Istituto Zooprofilattico Sperimentale del Lazio e della Toscana M. Aleandri

Influenza aviaria: Il comunicato dell’OIE

A causa dell’intensificarsi dei focolai nel pollame e negli uccelli selvatici, l’Organizzazione mondiale della salute degli animali chiede che venga applicata una maggiore sorveglianza.

Negli ultimi 6 mesi da piu’ di 40 paesi sono stati segnalati vari sottotipi di influenza aviaria ad alta patogenicità.

L’andamento stagionale dell’influenza aviaria è ormai un dato consolidato, con un numero  di focolai che solitamente aumenta nel periodo compreso tra ottobre fino ad aprile dell’ emisfero settentrionale; sono quasi 16.000 i casi di HPAI ( influenza aviaria ad alta patogenicità) segnalati questo ottobre negli uccelli domestici e selvatici.

La malattia, presente allo stato attuale in Africa, Asia ed Europa, rappresenta una grave minaccia per l’assetto economico dei paesi, andando a costituire una delle priorità dell’Alleanza Tripartita ( FAO, OIE e OMS). In alcune rare condizioni ( personale a stretto contatto con volatili infetti) l’Influenza aviaria puo’ infatti assumere un potenziale rischio per l’uomo,  l’approccio con cui deve essere affrontata è così di tipo globale, identificandosi in quello del “One Health”; la salute umana, la salute animale e la salute ambientale, sono intrinsecamente interdipendenti.

In quest’ottica, risulta fondamentale che i paesi coinvolti comunichino all’OIE in modo tempestivo i focolai, per consentire un controllo puntuale sull’evoluzione e sulla diffusione del virus.
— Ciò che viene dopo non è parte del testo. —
/**
 * Issue 6, "done when": as the builder, upload a messy pinout, see every error in the preview, fix
 * the file, import it, export it, and get the same pins back.
 */
import { readFile } from 'node:fs/promises';
import { expect, test, type Locator, type Page } from '@playwright/test';
import Papa from 'papaparse';
import { DEMO, signIn } from './support/session.ts';

const HEADERS = [
  'Cavity',
  'Function',
  'Colour',
  'Size_mm2',
  'Disposition',
  'Destination',
  'Remarks',
];

/** BOM, semicolons, quoted delimiters and quotes, CRLF, blank lines, an extra column, a bad colour
 * (line 5), a bad disposition (line 6) and a duplicate cavity (line 8). */
const MESSY =
  '\uFEFF' +
  [
    HEADERS.join(';'),
    '1;"Main relay; coil control";BU/GN;0,5;Join to vehicle circuit;Relay R1 terminal 85;checked',
    '',
    '2;"ECU feed ""A""";RD;1,5;keep;;',
    '3;Tacho out;PU;0,5;join;V1-3;colour?',
    '4;Spare;;;remove;;',
    '',
    '2;Duplicate;BK;0,5;keep;;copied twice',
    '5;"Notes with\r\ntwo lines";BK;0,5;Cut and insulate;;',
  ].join('\r\n') +
  '\r\n';

const FIXED = MESSY.replace('3;Tacho out;PU', '3;Tacho out;GN')
  .replace('4;Spare;;;remove', '4;Spare;;;De-pin')
  .replace('2;Duplicate;BK;0,5;keep;;copied twice\r\n', '');

/** The pins the fixed file describes, as the export writes them. */
const EXPECTED = [
  ['1', 'Main relay; coil control', 'BU/GN', '0.5', 'join', 'Relay R1 terminal 85'],
  ['2', 'ECU feed "A"', 'RD', '1.5', 'keep', ''],
  ['3', 'Tacho out', 'GN', '0.5', 'join', 'V1-3'],
  ['4', 'Spare', '', '', 'depin', ''],
  ['5', 'Notes with\ntwo lines', 'BK', '0.5', 'cut', ''],
];

const csvFile = (name: string, text: string) => ({
  name,
  mimeType: 'text/csv',
  buffer: Buffer.from(text, 'utf8'),
});

function previewTable(page: Page): Locator {
  return page.getByRole('table', { name: /The file as read/ });
}

/** The cell of a file line (its row header) under a file column. */
function cellAt(page: Page, line: number, header: string): Locator {
  const row = previewTable(page)
    .locator('tbody tr')
    .filter({ has: page.getByRole('rowheader', { name: String(line), exact: true }) });
  // The row header is the line number; the first cell says what the import does with the line.
  return row.locator('td').nth(HEADERS.indexOf(header) + 1);
}

test('the builder imports a messy pinout, fixes it, exports it and gets the same pins back', async ({
  page,
}) => {
  await signIn(page, DEMO.builder);
  await page.getByRole('link', { name: 'Ashby yard truck' }).click();
  await page.getByRole('link', { name: 'Import & files' }).click();

  // A new connector to import into.
  await page.getByLabel('Connector', { exact: true }).selectOption({ label: 'New connector…' });
  const newConnector = page.getByRole('form', { name: 'New connector' });
  await newConnector.getByLabel('Connector label').fill('E9');
  await newConnector.getByLabel('Side').selectOption('ecu');
  await newConnector.getByRole('button', { name: 'Create connector' }).click();
  await expect(page.getByLabel('Connector', { exact: true })).toHaveValue(/^\d+$/);
  await expect(page.getByLabel('Connector', { exact: true }).locator('option:checked')).toHaveText(
    /^E9 — ECU side, 1 cavity$/,
  );

  // The messy file: every problem in its cell, nothing can be applied.
  await page.getByLabel('Pinout file (CSV)').setInputFiles(csvFile('e9-pinout.csv', MESSY));
  await expect(page.getByText('3 problems — fix them in the file')).toBeVisible();
  await expect(cellAt(page, 5, 'Colour')).toContainText('PU');
  await expect(cellAt(page, 5, 'Colour')).toContainText(
    'Problem: "PU" is not a wire colour: use IEC 60757 codes',
  );
  await expect(cellAt(page, 6, 'Disposition')).toContainText(
    'Problem: "remove" is not a disposition: use one of',
  );
  await expect(cellAt(page, 8, 'Cavity')).toContainText('Problem: cavity "2" is already on line 4');
  // Clean cells carry no problem, and the extra column is shown as not imported.
  await expect(cellAt(page, 4, 'Function')).toHaveText('ECU feed "A"');
  await expect(page.getByLabel('Use column “Remarks” as')).toHaveValue('ignore');
  await expect(page.getByText('"Remarks" is not imported')).toBeVisible();
  await expect(page.getByText('2 blank lines were skipped.')).toBeVisible();
  await expect(
    page.getByRole('button', { name: /^Import 6 rows into connector E9/ }),
  ).toBeDisabled();
  await page.screenshot({ path: 'test-results/screens/import-preview.png', fullPage: true });

  // The fixed file: no problems, the changes listed, then applied in one go.
  await page.getByLabel('Pinout file (CSV)').setInputFiles(csvFile('e9-pinout.csv', FIXED));
  await expect(page.getByText('No problems found')).toBeVisible();
  await expect(page.getByText('What the import would change in connector E9')).toBeVisible();
  await expect(page.getByText('4 cavities added')).toBeVisible();
  // E9 was made with one cavity: the four the file adds are asked about, not slipped in.
  await expect(
    page.getByText('E9: adds cavities 2, 3, 4, 5 to a 1-cavity connector'),
  ).toBeVisible();
  const importButton = page.getByRole('button', { name: 'Import 5 rows into connector E9' });
  await expect(importButton).toBeDisabled();
  await page.screenshot({ path: 'test-results/screens/import-growth.png', fullPage: true });
  await page.getByLabel('Add these cavities').check();
  // The preview just shown is applied by its id: the file is not sent a second time.
  const applied = page.waitForRequest(
    (r) => r.method() === 'POST' && /\/import\?/.test(r.url()) && !r.url().includes('dryRun'),
  );
  await importButton.click();
  const applyRequest = await applied;
  expect(applyRequest.url()).toMatch(/[?&]preview=[0-9a-f-]{36}/);
  expect(applyRequest.postDataBuffer()).toBeNull();
  await expect(page.getByText('Imported 5 rows into connector E9')).toBeVisible();
  await expect(page.getByLabel('Connector', { exact: true }).locator('option:checked')).toHaveText(
    /^E9 — ECU side, 5 cavities/,
  );

  // A scan of the original sheet goes to the demo server's S3 fake and comes back unchanged.
  const scan = Buffer.concat([
    Buffer.from([0x89, 0x50, 0x4e, 0x47, 0x0d, 0x0a, 0x1a, 0x0a]),
    Buffer.from('not really an image, but a PNG by its first bytes'),
  ]);
  await page
    .getByLabel('Add a scan of E9')
    .setInputFiles({ name: 'e9-sheet.png', mimeType: 'image/png', buffer: scan });
  const scanLink = page.getByRole('link', { name: 'e9-sheet.png' });
  await expect(scanLink).toBeVisible();
  const scanDownload = page.waitForEvent('download');
  await scanLink.click();
  expect((await readFile(await (await scanDownload).path())).equals(scan)).toBe(true);

  // Export and read the pins back.
  const download = page.waitForEvent('download');
  await page.getByRole('link', { name: 'All pins of this conversion (CSV)' }).click();
  const file = await (await download).path();
  const text = await readFile(file, 'utf8');
  expect(text.charCodeAt(0)).toBe(0xfeff);
  const parsed = Papa.parse<Record<string, string>>(text.slice(1), {
    header: true,
    skipEmptyLines: true,
  });
  expect(parsed.errors).toEqual([]);
  const e9 = parsed.data
    .filter((r) => r.connector === 'E9')
    .map((r) => [r.cavity, r.function, r.colour, r.size_mm2, r.disposition, r.destination]);
  expect(e9).toEqual(EXPECTED);

  await page.getByRole('link', { name: 'Open the pin map' }).click();
  await expect(page).toHaveURL(/\/conversions\/\d+\/pins$/);
});

test('the pinout library lists the built-in diagnostic connector and saves a connector', async ({
  page,
}) => {
  await signIn(page, DEMO.builder);
  await page.getByRole('link', { name: 'Pinout library' }).click();
  await expect(page.getByRole('heading', { name: 'Pinout library' })).toBeVisible();
  const builtIn = page.getByRole('listitem', { name: '16-pin diagnostic connector (SAE J1962)' });
  await expect(builtIn.getByText('Built-in, read-only')).toBeVisible();
  await expect(builtIn.getByRole('button', { name: 'Delete' })).toHaveCount(0);

  await page.getByLabel('From conversion').selectOption({ label: 'Ashby yard truck' });
  await page.getByLabel('Connector to save').selectOption({ label: 'E2 — ECU side, 28 cavities' });
  await page.getByLabel('Template name').fill('KT-20 ECU connector 2');
  await page.getByRole('button', { name: 'Save to the library' }).click();
  await expect(page.getByText('Saved “KT-20 ECU connector 2” to the library')).toBeVisible();
  const saved = page.getByRole('listitem', { name: 'KT-20 ECU connector 2' });
  await expect(saved.getByText('Saved by Ivo Brandt')).toBeVisible();

  await builtIn.getByRole('button', { name: 'Show pins' }).click();
  const pins = builtIn.getByRole('table', { name: /Pins of 16-pin diagnostic connector/ });
  await expect(pins.getByRole('row', { name: /^6 CAN high/ })).toBeVisible();
  await expect(pins.getByRole('row', { name: /^16 Battery \+ \(unswitched\)/ })).toBeVisible();
  await page.screenshot({ path: 'test-results/screens/library.png', fullPage: true });
});

test('a long file is previewed a page at a time, with a way straight to the page of a problem', async ({
  page,
}) => {
  await signIn(page, DEMO.builder);
  await page.getByRole('link', { name: 'Ashby yard truck' }).click();
  await page.getByRole('link', { name: 'Import & files' }).click();
  await page.getByLabel('Connector', { exact: true }).selectOption({ label: 'New connector…' });
  const newConnector = page.getByRole('form', { name: 'New connector' });
  await newConnector.getByLabel('Connector label').fill('L7');
  await newConnector.getByLabel('Side').selectOption('engine');
  await newConnector.getByRole('button', { name: 'Create connector' }).click();
  await expect(page.getByLabel('Connector', { exact: true }).locator('option:checked')).toHaveText(
    /^L7 — /,
  );
  const lines = Array.from(
    { length: 350 },
    (_, i) => `${i + 1},Pin ${i + 1},${i === 299 ? 'NOT A COLOUR' : 'BK'}`,
  );
  await page
    .getByLabel('Pinout file (CSV)')
    .setInputFiles(csvFile('long.csv', ['Cavity,Function,Colour', ...lines].join('\n') + '\n'));
  const pager = page.getByRole('navigation', { name: 'Pages of the file' });
  await expect(pager).toContainText('Rows 1–200 of 350 rows (page 1 of 2)');
  await expect(page.getByText('1 problem — fix it in the file')).toBeVisible();
  await expect(previewTable(page).locator('tbody tr')).toHaveCount(200);
  await pager.getByRole('button', { name: '2', exact: true }).click();
  await expect(pager).toContainText('Rows 201–350 of 350 rows (page 2 of 2)');
  await expect(previewTable(page).locator('tbody tr')).toHaveCount(150);
  await expect(page.getByText('Problem: "NOT A COLOUR"')).toBeVisible();
  await page.screenshot({ path: 'test-results/screens/import-pages.png' });
});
Ai paesi inoltre, sarà richiesto di notificare anche le infezioni sostenute da virus a bassa patogenicità, che abbiano dimostrato di poter essere trasmesse all’uomo; i laboratori di riferimento dell’OIE, in base alle esigenze dei paesi, supporteranno in ogni caso i laboratori nazionali nelle attività di diagnostica dei propri campioni.

Gli obblighi di rendicontazione aggiornati entreranno in vigore dal 1° gennaio 2022 in poi.

In questo contesto di grave impatto della malattia sulla salute animale, sull’economia degli allevatori di pollame e sulle possibili  implicazioni per la Sanità pubblica,  l’OIE ribadisce l’importanza dell’attuazione di rigorose misure di biosicurezza negli allevamenti, nei mercati e nel commercio di uccelli vivi, al fine di impedire la diffusione e la trasmissione del virus.

Fondamentale inoltre  la corretta pianificazione e l’applicazione dei programmi di sorveglianza nella fauna selvatica come l’attuazione di tutte le misure necessarie per impedire il contatto tra uccelli domestici e selvatici.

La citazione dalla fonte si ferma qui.